A Salò videro la luce altri maestri dimenticati, e che ben meriterebbero l’onore di essere ricordati con il nome di una strada o di un luogo pubblico, fra cui Carlo Pallavicini, nato sul solare golfo gardesano probabilmente nel 1630, e scomparso a Dresda nel gennaio del 1688 dove era stato chiamato dall’elettore di Sassonia Giorgio III che gli aveva conferito il titolo di Maestro di Cappella.
Giovanni Bignami, nella «Enciclopedia dei musicisti bresciani», pubblicata nel 1985 dalla Fondazione civiltà bresciana, scrive che quasi tutti lo ricordano con il cognome Pallavicino, forse perché nelle stampe delle sue opere è sovente nominato con la «o» finale. Fu maestro di cappella a Venezia e conobbe la celebrità grazie ai drammi posti in musica e rappresentati nei più importanti teatri della Serenissima.
Gli storici della musica ricordano che la sua produzione fu di 22 opere oltre ad altre composizioni apprezzate a Venezia come in molti teatri italiani e in Germania, fra cui la «Gerusalemme liberata», derivata dal poema del Tasso, rappresentata in laguna nel 1687, rappresentata a Strasburgo col titolo di «Armida».

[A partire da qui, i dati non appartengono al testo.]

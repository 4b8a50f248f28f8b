import type { Metadata } from "next";
import { PageHeader } from "@/components/ui/page-header";
import { WeighInScreen } from "@/components/weighing/weigh-in-screen";
import { pageContext } from "@/lib/http/page-context";

export const metadata: Metadata = { title: "Weigh-in" };

/** Everything about people and bags comes from GET handlers: this page's HTML may be kept on a shared phone. */
export default async function WeighInPage() {
  await pageContext("weighing.record");
  return (
    <>
      <PageHeader title="Weigh-in" titleInBar />
      <WeighInScreen />
    </>
  );
}
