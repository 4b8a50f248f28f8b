import "server-only";
import type * as z from "zod";
import { recordAudit } from "@/lib/audit/commands";
import { AppError } from "@/lib/core/errors";
import { newId, type Id, type PointId } from "@/lib/core/ids";
import { allow, requirePerson, type Context } from "@/lib/platform/context";
import { prepared, type Tx } from "@/lib/platform/database";
import { once } from "@/lib/platform/receipts";
import { getPoint } from "@/lib/points/queries";
import { isBuiltIn } from "@/lib/points/rules";
import type { orderTagsSchema, TagOrderReceipt } from "../contract";
import { makeLabelIn } from "./labels";

/**
 * Draws the codes of new tags and makes their bags, in state "printed". All or none.
 *
 * @throws AppError `unknown-point` for a missing, closed or built-in point
 */
export function orderTags(ctx: Context, input: z.output<typeof orderTagsSchema>): TagOrderReceipt {
  allow(ctx, "tags.order");
  const orderedBy = requirePerson(ctx);
  return once(ctx, "POST /api/tag-orders", input.requestId, (tx) => {
    const id = input.requestId as Id<"tag-order">;
    const { count, pointId } = input;
    if (pointId !== null) requireOpenPoint(tx, pointId);
    prepared(
      tx.client,
      "insert into tag_orders (id, point_id, count, ordered_by, ordered_at) values (?, ?, ?, ?, ?)",
    ).run(id, pointId, count, orderedBy, ctx.now);
    const insertBag = prepared(
      tx.client,
      `insert into bags (id, code, point_id, order_id, state, state_since, printed_at)
       values (?, ?, ?, ?, 'printed', ?, ?)`,
    );
    for (let made = 0; made < count; made += 1) {
      const bagId = newId<"bag">(ctx.now);
      const code = makeLabelIn(tx, "bag", bagId, ctx.now);
      insertBag.run(bagId, code, pointId, id, ctx.now, ctx.now);
    }
    recordAudit(tx, ctx, {
      action: "tags.order",
      subjectKind: "tag-order",
      subjectId: id,
      fields: { count, pointId },
    });
    return { id, count, pointId, orderedAt: ctx.now };
  });
}

function requireOpenPoint(tx: Tx, pointId: PointId): void {
  const point = getPoint(tx, pointId);
  if (!point || point.closedAt !== null || isBuiltIn(point.kind)) {
    throw new AppError("unknown-point", {}, ["pointId"]);
  }
}
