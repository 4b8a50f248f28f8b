/**
 * The first that anybody tries: words and keyboard walks that head published counts of leaked passwords,
 * and this trade's own. Compared in lower case, with and without figures and marks at the ends, so that
 * "Password2026!" is found under "password".
 */
const WORDS = `
00000000000 0123456789 0192837465 0987654321 1029384756 1111111111 1111122222 11223344
1122334455 112233445566 1212121212 123123123123 12344321 1234512345 1234554321 12345654321
123456654321 1234567890 1234567891 12345678910 123456789101112 1234567899 1234qwerasdf
123abc123abc 123qweasdzxc 1357924680 147258369 14725836900 1a2b3c4d5e 1q2w3e4r5t 1q2w3e4r5t6y
1q2w3e4r5t6y7u 1qaz1qaz1qaz 1qaz2wsx3edc 1qazxsw23edc 2468013579 2718281828 3141592653
31415926535 3141592654 5544332211 741852963 7418529630 789456123 7894561230 9638527410
9876543210 a1b2c3d4e5 a1b2c3d4e5f6 aabbcc abc123abc123 abcabc abcd1234abcd abcdef abcdefg
abcdefghij admin adminadmin administrator adminpassword alexander alexandra amanda america
andrew asd123asd123 asdfasdf asdfgh asdfghjkl asdfjkl ashley australia autumn azerty
azertyuiop babyboy babygirl baseball basketball beautiful bestfriend
bestfriends bismar blessed blueberry butterfly california callofduty canada celtic changeme
changemenow changethis charlie cheesecake children chocolate christian christina
christopher computer computers coordinator correcthorsebatterystaple counterstrike daniel
december default defaultpassword dragon dragonball elizabeth england everything family
father february florida football forever fortnite freedom friday friendship germany godisgood
godislove grandma guest guestguest happybirthday hello hellohello hellokitty hellothere
helloworld helloyou hockey iloveher ilovehim iloveme ilovemyself iloveu iloveyou
iloveyouforever iloveyousomuch internet ireland january jennifer jessica jesuschrist
jesusislord jesuslovesme jordan juventus leagueoflegends letmein letmeinnow lkjhgfdsa
london lovelove lovely loveyou manchester manunited manutd master matthew maytheforcebewithyou
michael michelle minecraft mnbvcxz monday monkey mother myfamily mylove mypassword
mysecret mysunshine newpassword newyork nicole nobody nosecret nothing november
october oldpassword opensesame openthedoor ourpassword p@ssw0rd p@ssword pa55word pass passw0rd
password passwordpassword passwort plastic plastics plasticshed pleasechange
pleaseletmein poiuytrewq princess q1w2e3r4t5 q1w2e3r4t5y6 qazwsx qazwsxedc qwaszx
qwe123qwe123 qweasd qweasdzxc qwer1234qwer qwerty qwertyqwerty qwertyuiop qwertz qwertzuiop
rangers realmadrid recycle recycling robert root rootroot saltmarsh saltmarshplastics samantha
scotland secret secretpassword september soccer softball somebody something spiderman
spring stephanie strawberry summer sunday sunshine superadmin superuser
sweetheart temppassword test tester testing testpassword testtest testuser texas thepassword
thomas tobeornottobe together topsecret trustno trustnoone user username verysecret victoria
volleyball volunteer volunteers warcraft welcome welcomeback welcomehome welcometo whatever
winter word workshop wsxedcrfv yourpassword zaq12wsxcde3
zaq1xsw2cde3 zxcvbn zxcvbnm
`;

export const COMMON_PASSWORDS: ReadonlySet<string> = new Set(WORDS.trim().split(/\s+/));
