/** What the mails about accounts say. A link's mail names the scheme, what happens and how long it works. */
import type { Role } from "@/lib/core/permissions";
import { ROLE_NAMES } from "../terms";

type MailText = { subject: string; body: string };

const lines = (...parts: string[]): string => parts.join("\n");

export function inviteMail(scheme: string, name: string, role: Role, link: string): MailText {
  return {
    subject: `${scheme}: you are invited`,
    body: lines(
      `Dear ${name},`,
      "",
      `you are invited to ${scheme} as ${ROLE_NAMES[role].toLowerCase()}. Choose a password here:`,
      "",
      link,
      "",
      "The link works once and for a day. If it is too old, ask a coordinator for a new one.",
      "If you did not expect this, do nothing; without a password there is no account.",
    ),
  };
}

export function resetMail(scheme: string, name: string, link: string): MailText {
  return {
    subject: `${scheme}: set a new password`,
    body: lines(
      `Dear ${name},`,
      "",
      `somebody asked for a new password for your account at ${scheme}. Set it here:`,
      "",
      link,
      "",
      "The link works once and for a day. If it was not you, do nothing; your password stays as it is.",
    ),
  };
}

export function passwordChangedMail(scheme: string, name: string, forgotten: string): MailText {
  return {
    subject: `${scheme}: your password was changed`,
    body: lines(
      `Dear ${name},`,
      "",
      `the password of your account at ${scheme} was changed, and every other session was ended.`,
      "If it was not you, set a new one now and tell a coordinator:",
      "",
      forgotten,
    ),
  };
}
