/**
 * Guessing gets slow, and nobody is locked out for good: a wait grows with the failures of one account
 * or one address and has an end; failures all over the program only make every answer come later.
 */
import type { Instant } from "@/lib/core/time";
import { instant } from "@/lib/core/time";

/** What is kept for a key; failures may be a fraction of time old. */
export type Tries = { failures: number; lastAt: Instant; blockedUntil: Instant };

export type SlowingRule = {
  /** Failures that cost nothing. */
  free: number;
  /** First wait; each further failure doubles it. */
  firstWaitMs: number;
  longestWaitMs: number;
  /** Without a failure for this long, the count starts anew. */
  forgetMs: number;
};

const SECOND = 1000;
const MINUTE = 60 * SECOND;
const HOUR = 60 * MINUTE;

export const SLOWING = {
  /** 5 tries, then 10 s, 20 s, 40 s … 15 min: at most some 100 guesses a day. */
  account: { free: 5, firstWaitMs: 10 * SECOND, longestWaitMs: 15 * MINUTE, forgetMs: 24 * HOUR },
  /** An address may be a whole school behind one router. */
  address: { free: 30, firstWaitMs: 10 * SECOND, longestWaitMs: 15 * MINUTE, forgetMs: HOUR },
  /** Mailed links: three an hour for one account, whether it exists or not. */
  forgotten: { free: 3, firstWaitMs: 10 * MINUTE, longestWaitMs: 30 * MINUTE, forgetMs: HOUR },
  forgottenAddress: { free: 20, firstWaitMs: MINUTE, longestWaitMs: 30 * MINUTE, forgetMs: HOUR },
} as const satisfies Record<string, SlowingRule>;

/** @returns whole seconds still to wait; 0 when a try may be made */
export function waitSeconds(tries: Tries | null, now: Instant): number {
  if (!tries || tries.blockedUntil <= now) return 0;
  return Math.ceil((tries.blockedUntil - now) / SECOND);
}

/** The key's state after one more try, counted before its outcome is known. */
export function afterTry(rule: SlowingRule, tries: Tries | null, now: Instant): Tries {
  const failures = (tries && now - tries.lastAt < rule.forgetMs ? tries.failures : 0) + 1;
  const beyond = failures - rule.free;
  const wait =
    beyond < 0 ? 0 : Math.min(rule.longestWaitMs, rule.firstWaitMs * 2 ** Math.min(beyond, 30));
  return { failures, lastAt: now, blockedUntil: instant(now + wait) };
}

/** The program-wide count drains by one in this time. */
export const GLOBAL_DRAIN_MS = 10 * SECOND;
const GLOBAL_FREE = 50;
const GLOBAL_STEP_MS = 40;
const GLOBAL_MOST_MS = 3 * SECOND;

/** The program-wide count after one more failure. */
export function afterGlobalFailure(tries: Tries | null, now: Instant): Tries {
  const drained = tries ? Math.floor((now - tries.lastAt) / GLOBAL_DRAIN_MS) : 0;
  return {
    failures: Math.max(0, (tries?.failures ?? 0) - drained) + 1,
    lastAt: now,
    blockedUntil: now,
  };
}

/** How much later every sign-in answers while many fail all over the program; never a refusal. */
export function globalDelayMs(tries: Tries | null, now: Instant): number {
  if (!tries) return 0;
  const drained = Math.floor((now - tries.lastAt) / GLOBAL_DRAIN_MS);
  const beyond = tries.failures - drained - GLOBAL_FREE;
  return beyond <= 0 ? 0 : Math.min(GLOBAL_MOST_MS, beyond * GLOBAL_STEP_MS);
}
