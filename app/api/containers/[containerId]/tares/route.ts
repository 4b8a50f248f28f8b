import { route } from "@/lib/http/route";
import { reweighContainer } from "@/lib/scales/commands/containers";
import { reweighContainerEndpoint } from "@/lib/scales/contract/containers";

export const POST = route(reweighContainerEndpoint, reweighContainer);
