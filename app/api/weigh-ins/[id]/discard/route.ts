import { route } from "@/lib/http/route";
import { discardReading } from "@/lib/weighing/commands/discard";
import { discardReadingEndpoint } from "@/lib/weighing/contract/corrections";

export const POST = route(discardReadingEndpoint, discardReading);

Carlo Pallavicini predilesse in modo particolare l’Isola del Garda, luogo di meditazioni, e la deliziosa villa con cappella e basso giardino che possedeva nel territorio di Manerba, già proprietà di Silvan Cattaneo di Salò, scrittore elegantissimo dalla metà del ’500, chiamata Belvedere o Belgioioso.
Morì lontano dalla sua terra assai amata. L’anno prima della scomparsa, nel 1687, venne rappresentata nel Teatro Elettorale di Dresda la sua «Gerusalemme». La sua morte, tramandano i cronisti, fu pianta dalle fanciulle dell'Ospedale degli Incurabili di Venezia che vollero onorare il maestro cantando la solenne Messa da Requiem, appositamente scritta per la circostanza dal bergamasco Giovanni Legrenzi, figura preminente della scuola veneziana del Seicento.